As causas do aparecimento da perturbação da compulsão alimentar ainda não estão perfeitamente definidas, mas existe um maior risco de a doença afetar ..:
- Pessoas com antecedentes familiares de perturbação da compulsão alimentar: se um dos seus pais sofre de perturbação da compulsão alimentar, é mais provável que a desenvolva;
- Pessoas com historial de DDA: uma vez curadas, existe sempre um risco de recaída;
- Pessoas que sofreram traumas ou abusos sexuais;
- Pessoas que tenham feito dietas restritivas. Este critério é um pouco menos específico para a perturbação da compulsão alimentar, mas pareceu-me importante mencioná-lo porque, embora não seja necessariamente a causa da perturbação, agrava-a.
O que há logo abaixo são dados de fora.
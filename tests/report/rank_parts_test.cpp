#include "report/rank_parts.hpp"

#include <gtest/gtest.h>

#include "crystal/space_group.hpp"

namespace spinsieve {
namespace {

/// A cubic crystal of 4 Å with k = (0, 0, 1/2) and three entries: two lines and an absence.
ArrangementRanking small_ranking() {
  const Cell cell(4, 4, 4, 90, 90, 90);
  const SpaceGroup group = SpaceGroup::from_number(47);
  const std::vector<Arm> arms = {{{Fraction(0), Fraction(0), Fraction(1, 2)}, 0}};
  Measurement measurement;
  const auto position = [](double q, const char* text) {
    LinePosition result;
    result.q = q;
    result.q_low = q * 0.995;
    result.q_high = q * 1.005;
    result.text = text;
    return result;
  };
  ObservedLine strong;
  strong.position = position(0.7854, "q 0.785");  // (0 0 1/2)
  strong.intensity = 100;
  strong.sigma = 4;
  ObservedLine weak = strong;
  weak.position = position(1.7562, "q 1.756");  // (1 0 1/2)
  weak.intensity = 30;
  weak.sigma = 2;
  Absence absence;
  absence.position = position(2.3562, "q 2.356");  // (0 0 3/2), (1 1 1/2)
  absence.below = 16.45;
  measurement.lines = {strong, weak};
  measurement.absences = {absence};
  ArrangementRanking ranking;
  ranking.plans.emplace_back(cell, group, arms, measurement);
  ranking.data = FitData({{100, 4, PointKind::line, 0, "q 0.785"},
                          {30, 2, PointKind::line, 0, "q 1.756"},
                          {0, 10, PointKind::absence, 0, "q 2.356"}});
  return ranking;
}

RankedArrangement row_with(double a, double b, double c) {
  RankedArrangement row;
  row.fit.computed = Eigen::Vector3d(a, b, c);
  return row;
}

TEST(RankPartsTest, DeviationsCountInStandardDeviations) {
  const ArrangementRanking ranking = small_ranking();
  const auto points = compared_points(ranking, row_with(108, 25, 1e-12));
  ASSERT_EQ(points.size(), 3U);
  EXPECT_DOUBLE_EQ(points[0].deviation, 2);
  EXPECT_DOUBLE_EQ(points[1].deviation, -2.5);
  EXPECT_EQ(points[0].label, "q 0.785");
  EXPECT_EQ(points[2].computed, 0);  // Rounding is not an intensity.
}

TEST(RankPartsTest, TheStrongestObjectionIsNamed) {
  const ArrangementRanking ranking = small_ranking();
  EXPECT_EQ(strongest_objection(ranking, row_with(101, 31, 2)), "");
  EXPECT_EQ(strongest_objection(ranking, row_with(108, 25, 2)), "q 1.756: 25 computed, 30(2) seen");
  EXPECT_EQ(strongest_objection(ranking, row_with(108, 25, 45)),
            "q 2.356: 45 computed, at most 16.4 seen");
}

}  // namespace
}  // namespace spinsieve
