#include "crystal/origin.hpp"

#include <algorithm>
#include <array>
#include <cstdlib>

#include "crystal/lattice.hpp"
#include "exact/checked.hpp"

namespace spinsieve {

namespace {

using Row = std::array<std::int64_t, 3>;

/// Integer congruences rows · y ≡ right modulo 1, with y = columns · z.
struct Congruences {
  std::vector<Row> rows;
  std::vector<Fraction> right;
  std::array<Row, 3> columns{{{1, 0, 0}, {0, 1, 0}, {0, 0, 1}}};

  void subtract_row(std::size_t from, std::size_t row, std::int64_t n) {
    for (std::size_t j = 0; j < 3; ++j)
      rows[from][j] = checked_subtract(rows[from][j], checked_multiply(n, rows[row][j]));
    right[from] = (right[from] - Fraction(n) * right[row]).modulo_one();
  }
  void subtract_column(std::size_t from, std::size_t column, std::int64_t n) {
    for (Row& row : rows) row[from] = checked_subtract(row[from], checked_multiply(n, row[column]));
    for (Row& row : columns)
      row[from] = checked_subtract(row[from], checked_multiply(n, row[column]));
  }
  void swap_columns(std::size_t a, std::size_t b) {
    for (Row& row : rows) std::swap(row[a], row[b]);
    for (Row& row : columns) std::swap(row[a], row[b]);
  }

  /// Puts the smallest non-zero entry at or beyond (k, k) there; false when there is none.
  bool bring_pivot(std::size_t k) {
    std::size_t best_row = rows.size();
    std::size_t best_column = 0;
    for (std::size_t i = k; i < rows.size(); ++i)
      for (std::size_t j = k; j < 3; ++j)
        if (rows[i][j] != 0 && (best_row == rows.size() ||
                                std::abs(rows[i][j]) < std::abs(rows[best_row][best_column]))) {
          best_row = i;
          best_column = j;
        }
    if (best_row == rows.size()) return false;
    std::swap(rows[k], rows[best_row]);
    std::swap(right[k], right[best_row]);
    swap_columns(k, best_column);
    return true;
  }

  /// Row and column k to zero beyond the pivot, as far as one division goes; true when done.
  bool clear(std::size_t k) {
    bool done = true;
    for (std::size_t i = k + 1; i < rows.size(); ++i) {
      if (rows[i][k] == 0) continue;
      subtract_row(i, k, rows[i][k] / rows[k][k]);
      done = done && rows[i][k] == 0;
    }
    for (std::size_t j = k + 1; j < 3; ++j) {
      if (rows[k][j] == 0) continue;
      subtract_column(j, k, rows[k][j] / rows[k][k]);
      done = done && rows[k][j] == 0;
    }
    return done;
  }

  /// One solution y.
  std::optional<FractionVector> solve() {
    std::size_t rank = 0;
    while (rank < 3 && rank < rows.size() && bring_pivot(rank))
      if (clear(rank)) ++rank;
    for (std::size_t i = rank; i < rows.size(); ++i)
      if (!right[i].is_integer()) return std::nullopt;
    FractionVector z{};
    for (std::size_t k = 0; k < rank; ++k) z[k] = right[k] / Fraction(rows[k][k]);
    FractionVector y{};
    for (std::size_t i = 0; i < 3; ++i)
      for (std::size_t j = 0; j < 3; ++j) y[i] += Fraction(columns[i][j]) * z[j];
    return y;
  }
};

}  // namespace

std::optional<FractionVector> shift_between(const OperationSet& from, const OperationSet& to) {
  if (from.representatives.size() != to.representatives.size() || from.centrings != to.centrings)
    return std::nullopt;
  const FractionMatrix axes = transpose(lattice_basis(to.centrings));
  const FractionMatrix back = inverse(axes);
  Congruences system;
  for (const Operation& operation : from.representatives) {
    const auto target =
        std::find_if(to.representatives.begin(), to.representatives.end(),
                     [&operation](const Operation& o) { return o.rotation == operation.rotation; });
    if (target == to.representatives.end()) return std::nullopt;
    // Rotations keep the lattice, hence integers in its basis.
    const auto R = to_integers(product(product(back, to_fractions(operation.rotation)), axes));
    const FractionVector right = times(back, target->translation - operation.translation);
    for (std::size_t i = 0; i < 3; ++i) {
      Row row{};
      for (std::size_t j = 0; j < 3; ++j) row[j] = (i == j ? 1 : 0) - (*R)[i][j];
      if (row == Row{} && right[i].is_integer()) continue;
      system.rows.push_back(row);
      system.right.push_back(right[i].modulo_one());
    }
  }
  const auto y = system.solve();
  if (!y) return std::nullopt;
  return modulo_one(times(axes, *y));
}

}  // namespace spinsieve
Riscos associados à compulsão alimentar
Os riscos associados à compulsão alimentar são
- Perturbações de ansiedade e/ou depressivas, por vezes com tentativas de suicídio;
- Perturbações de dependência;
- Dificuldades em gerir as emoções;
- Problemas digestivos: refluxo gastro-esofágico, inchaço, dores abdominais, mau hálito, etc.
- Problemas sexuais, diminuição da fertilidade ou infertilidade;
- Obesidade e todas as suas complicações;
- Esteatose hepática (fígado gordo).
Tratamento:
A perturbação da compulsão alimentar pode ser tratada independentemente do momento em que se inicia o tratamento. No entanto, quanto mais cedo se iniciar o tratamento, mais fácil será a cura e a prevenção das formas crónicas, complicações e recaídas.
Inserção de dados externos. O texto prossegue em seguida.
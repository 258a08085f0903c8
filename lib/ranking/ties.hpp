#pragma once

#include <cstddef>
#include <cstdint>
#include <optional>
#include <span>
#include <vector>

#include <Eigen/Dense>

#include "ranking/fit_data.hpp"
#include "ranking/form_family.hpp"

namespace spinsieve {

/// How the sets of intensities that two candidates can reach over the points of the data relate.
enum class TieRelation { none, equal, first_within_second, second_within_first };

/// What a relation rests on.
enum class TieProof {
  proved,  ///< A linear map between the parameters carries the forms into one another.
  tested   ///< Mutual global fits at random points.
};

struct Tie {
  TieRelation relation = TieRelation::none;
  TieProof proof = TieProof::tested;
  /// Proved: L with scale_s · Lᵀ M″_s L = M′_s, so that c″ = L c′ gives equal intensities; from the
  /// contained candidate to the other, from the first to the second when they are equal.
  Eigen::MatrixXd map;
};

struct TieOptions {
  std::uint64_t seed = 1;
  std::size_t points = 24;                 ///< Random parameter vectors of each candidate.
  std::vector<Eigen::MatrixXd> suggested;  ///< Maps from first to second to try: n₂ × n₁.
};

/// Forms agree when they differ by less than this part of the largest of all: they are rounded to
/// 1e-12 or so, and no measurement tells 1e-8.
constexpr double map_tolerance = 1e-8;

/// A tested tie: every intensity of one is met by the other to this relative deviation.
constexpr double tested_tolerance = 1e-5;

/// Whether L carries the forms of `to` into those of `from`: Lᵀ M_to L = M_from up to one positive
/// factor per free scale beyond the absorbed one, to map_tolerance.
bool carries(const FitData& data, const FormFamily& from, const FormFamily& to,
             const Eigen::MatrixXd& L);

/// An invertible map (on the seen directions) that carries one family into the other, if any.
///
/// With A = Σ w_s M_s made the unit matrix on both sides by c = A^(−1/2) z, such a map is
/// orthogonal and intertwines the forms: U N′_s = N″_s U, a linear system. The polar factor of a
/// random invertible solution is a solution, since the solutions with their transposes close under
/// products; hence the search is complete, degenerate cases such as a free direction in a plane
/// included.
std::optional<Eigen::MatrixXd> linear_map(const FitData& data, const FormFamily& from,
                                          const FormFamily& to);

/// Relation between two candidates over the points of the data.
///
/// Equality is proved by linear_map, containment by the suggested maps or one found by least
/// squares when n₁n₂ ≤ 12; else tested. Candidates with equalities are only tested; limits do not
/// enter.
Tie tie(const FitData& data, const CandidateModel& first, const CandidateModel& second,
        const TieOptions& options = {});

}  // namespace spinsieve
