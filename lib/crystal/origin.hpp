#pragma once

#include <optional>

#include "crystal/closure.hpp"

namespace spinsieve {

/// A shift p for which the set `from`, in coordinates x + p, is the set `to`; none when the
/// rotations or the lattices differ or no shift does it.
///
/// Solves (1 − R) p ≡ τ − t modulo the lattice for all operations at once, exactly, by bringing the
/// integer matrix of the system to diagonal form (Smith). Of several answers one is taken.
std::optional<FractionVector> shift_between(const OperationSet& from, const OperationSet& to);

}  // namespace spinsieve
O tratamento é multidisciplinar (psiquiatra ou psicólogo, nutricionista, médico de clínica geral) e demorado, e haverá melhorias e recaídas antes de a doença estar verdadeiramente curada. Em última análise, o objetivo é regressar a uma alimentação regulada, equilibrada e agradável e melhorar significativamente a autoestima e a imagem corporal. O tratamento pode também incluir a família.
Cuidados psicológicos: A terapia cognitiva e comportamental é a mais utilizada, mas também são possíveis outras abordagens. O trabalho centrar-se-á em eventuais traumas, na gestão das emoções, na autoestima, na imagem corporal e no comportamento alimentar.
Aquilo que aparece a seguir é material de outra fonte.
#include "crystal/cell.hpp"

#include <cmath>
#include <cstdio>
#include <numbers>
#include <string>
#include <vector>

#include "crystal/lattice.hpp"
#include "crystal/space_group.hpp"
#include "exact/error.hpp"

namespace spinsieve {

namespace {

/// Cosine of an angle in degrees, exact where the trade needs it exact.
double cosine(double degrees) {
  if (degrees == 90) return 0;
  if (degrees == 60) return 0.5;
  if (degrees == 120) return -0.5;
  return std::cos(degrees * std::numbers::pi / 180);
}

std::string number_text(double value) {
  std::array<char, 32> text{};
  const int length = std::snprintf(text.data(), text.size(), "%.6g", value);
  return {text.data(), static_cast<std::size_t>(length)};
}

Vector3 product(const Matrix3& A, const Vector3& v) {
  Vector3 result{};
  for (std::size_t i = 0; i < 3; ++i) result[i] = A[i][0] * v[0] + A[i][1] * v[1] + A[i][2] * v[2];
  return result;
}

}  // namespace

Cell::Cell(double a, double b, double c, double alpha, double beta, double gamma)
    : lengths_{a, b, c}, angles_{alpha, beta, gamma} {
  for (std::size_t i = 0; i < 3; ++i)
    if (!(lengths_[i] > 0) || !std::isfinite(lengths_[i]))
      throw Error("cell length " + std::string(1, "abc"[i]) + " = " + number_text(lengths_[i]) +
                  "; it must be positive, in Å");
  for (std::size_t i = 0; i < 3; ++i)
    if (!(angles_[i] > 0 && angles_[i] < 180))
      throw Error("cell angle " + std::array<std::string, 3>{"α", "β", "γ"}[i] + " = " +
                  number_text(angles_[i]) + "; it must lie between 0 and 180 degrees");
  const Vector3 cosines{cosine(alpha), cosine(beta), cosine(gamma)};
  const double square = 1 - cosines[0] * cosines[0] - cosines[1] * cosines[1] -
                        cosines[2] * cosines[2] + 2 * cosines[0] * cosines[1] * cosines[2];
  if (!(square > 1e-12))
    throw Error("cell angles " + number_text(alpha) + ", " + number_text(beta) + ", " +
                number_text(gamma) +
                " close no cell; each must be less than the sum of the others, and the three " +
                "together less than 360 degrees");
  volume_ = a * b * c * std::sqrt(square);
  metric_ = {{{a * a, a * b * cosines[2], a * c * cosines[1]},
              {a * b * cosines[2], b * b, b * c * cosines[0]},
              {a * c * cosines[1], b * c * cosines[0], c * c}}};
  // x along a, y in the plane of a and b (International Tables B, 1.1.3 with this frame).
  const double sine = std::sqrt(1 - cosines[2] * cosines[2]);
  const double c_y = c * (cosines[0] - cosines[1] * cosines[2]) / sine;
  const double c_z = volume_ / (a * b * sine);
  orthogonalization_ = {{{a, b * cosines[2], c * cosines[1]}, {0, b * sine, c_y}, {0, 0, c_z}}};
  const Matrix3& M = orthogonalization_;
  fractionalization_ = {{{1 / M[0][0], -M[0][1] / (M[0][0] * M[1][1]),
                          (M[0][1] * M[1][2] - M[0][2] * M[1][1]) / (M[0][0] * M[1][1] * M[2][2])},
                         {0, 1 / M[1][1], -M[1][2] / (M[1][1] * M[2][2])},
                         {0, 0, 1 / M[2][2]}}};
}

Vector3 Cell::cartesian(const Vector3& fractional) const {
  return product(orthogonalization_, fractional);
}

Vector3 Cell::scattering_vector(const Vector3& hkl) const {
  Vector3 result{};
  for (std::size_t i = 0; i < 3; ++i)
    result[i] = 2 * std::numbers::pi *
                (hkl[0] * fractionalization_[0][i] + hkl[1] * fractionalization_[1][i] +
                 hkl[2] * fractionalization_[2][i]);
  return result;
}

double Cell::q(const Vector3& hkl) const {
  const Vector3 Q = scattering_vector(hkl);
  return std::sqrt(Q[0] * Q[0] + Q[1] * Q[1] + Q[2] * Q[2]);
}

double Cell::distance(const Vector3& fractional_difference) const {
  const Vector3 d = cartesian(fractional_difference);
  return std::sqrt(d[0] * d[0] + d[1] * d[1] + d[2] * d[2]);
}

Vector3 Cell::lattice_from_crystal_axes(const Vector3& moment) const {
  return {moment[0] / lengths_[0], moment[1] / lengths_[1], moment[2] / lengths_[2]};
}

Vector3 Cell::crystal_axes_from_lattice(const Vector3& moment) const {
  return {moment[0] * lengths_[0], moment[1] * lengths_[1], moment[2] * lengths_[2]};
}

Vector3 Cell::cartesian_from_crystal_axes(const Vector3& moment) const {
  return cartesian(lattice_from_crystal_axes(moment));
}

Vector3 to_double(const FractionVector& v) {
  return {v[0].to_double(), v[1].to_double(), v[2].to_double()};
}

namespace {

/// What the group asks of its cell, such as "a = b, α = 90°, β = 90°, γ = 120°".
std::string cell_constraints(const SpaceGroup& group) {
  std::vector<IntMatrix> rotations;
  for (const Operation& operation : group.operations()) rotations.push_back(operation.rotation);
  const IntMetric G = averaged_metric(rotations, generic_metric);
  const std::array<std::string, 3> angle{"α", "β", "γ"};
  std::vector<std::string> parts;
  const bool ab = G[0][0] == G[1][1];
  const bool bc = G[1][1] == G[2][2];
  const bool ac = G[0][0] == G[2][2];
  if (ab && bc)
    parts.emplace_back("a = b = c");
  else if (ab || bc || ac)
    parts.emplace_back(ab ? "a = b" : bc ? "b = c" : "a = c");
  const bool rhombohedral = ab && bc && G[0][1] != 0 && G[0][1] == G[0][2] && G[0][1] == G[1][2];
  if (rhombohedral) parts.emplace_back("α = β = γ");
  for (std::size_t i = 0; i < 3 && !rhombohedral; ++i) {
    const std::size_t j = (i + 1) % 3;
    const std::size_t k = (i + 2) % 3;
    if (G[j][k] == 0)
      parts.push_back(angle[i] + " = 90°");
    else if (G[j][j] == G[k][k] && 2 * G[j][k] == -G[j][j])
      parts.push_back(angle[i] + " = 120°");
    else if (G[j][j] == G[k][k] && 2 * G[j][k] == G[j][j])
      parts.push_back(angle[i] + " = 60°");
  }
  if (parts.empty()) return "a metric that its operations keep";
  std::string text = parts[0];
  for (std::size_t i = 1; i < parts.size(); ++i) text += ", " + parts[i];
  return text;
}

bool keeps_metric(const IntMatrix& R, const Cell& cell) {
  const Matrix3& G = cell.metric();
  for (std::size_t i = 0; i < 3; ++i)
    for (std::size_t j = i; j < 3; ++j) {
      double image = 0;
      for (std::size_t p = 0; p < 3; ++p)
        for (std::size_t q = 0; q < 3; ++q) image += R[p][i] * G[p][q] * R[q][j];
      // A diagonal entry is a squared length, hence the factor 2; the others are lengths · cosine.
      const double scale = std::sqrt(G[i][i] * G[j][j]) * (i == j ? 2 : 1);
      if (std::abs(image - G[i][j]) > cell_tolerance * scale) return false;
    }
  return true;
}

bool nearly(double a, double b) { return std::abs(a - b) <= cell_tolerance * std::abs(b); }

}  // namespace

void require_cell_fits(const Cell& cell, const SpaceGroup& group) {
  bool fits = true;
  for (const Operation& operation : group.operations())
    fits = fits && keeps_metric(operation.rotation, cell);
  if (fits) return;
  const std::string given = "cell " + number_text(cell.a()) + ", " + number_text(cell.b()) + ", " +
                            number_text(cell.c()) + ", " + number_text(cell.alpha()) + ", " +
                            number_text(cell.beta()) + ", " + number_text(cell.gamma());
  const bool rhombohedral = nearly(cell.a(), cell.b()) && nearly(cell.b(), cell.c()) &&
                            nearly(cell.alpha(), cell.beta()) && nearly(cell.beta(), cell.gamma());
  if (group.setting() == "H" && rhombohedral)
    throw Error(given + " has rhombohedral axes, but " + group.short_symbol() +
                " without a suffix means hexagonal axes; write '" + group.short_symbol() +
                ":R' for rhombohedral axes");
  throw Error(given + " does not fit " + group.short_symbol() + "; it requires " +
              cell_constraints(group));
}

}  // namespace spinsieve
Gestão alimentar: O trabalho do nutricionista ajudará a distinguir entre perturbações alimentares e alimentação regulada. Ajudará igualmente o paciente a compreender em que consiste a hiperfagia bulímica, a aliviar a sua culpa, a trabalhar sobre as ideias preconcebidas e a concentrar-se em comer de forma agradável e respeitando as suas sensações corporais (fome, saciedade e vontade de comer). O tratamento do excesso de peso ou da obesidade pode também ser posto em prática, muitas vezes em paralelo ou como segunda linha de tratamento.
Controlo médico: O médico acompanha a evolução da doença, o estado de saúde e trata as complicações.
Fontes :
- FFAB – Fédération Française Anorexie Boulimie – Linha de ajuda para doentes, famílias, amigos e profissionais.
- Haute Autorité de Santé – Bulimia nervosa e hiperfagia bulímica: identificação e elementos gerais de controlo.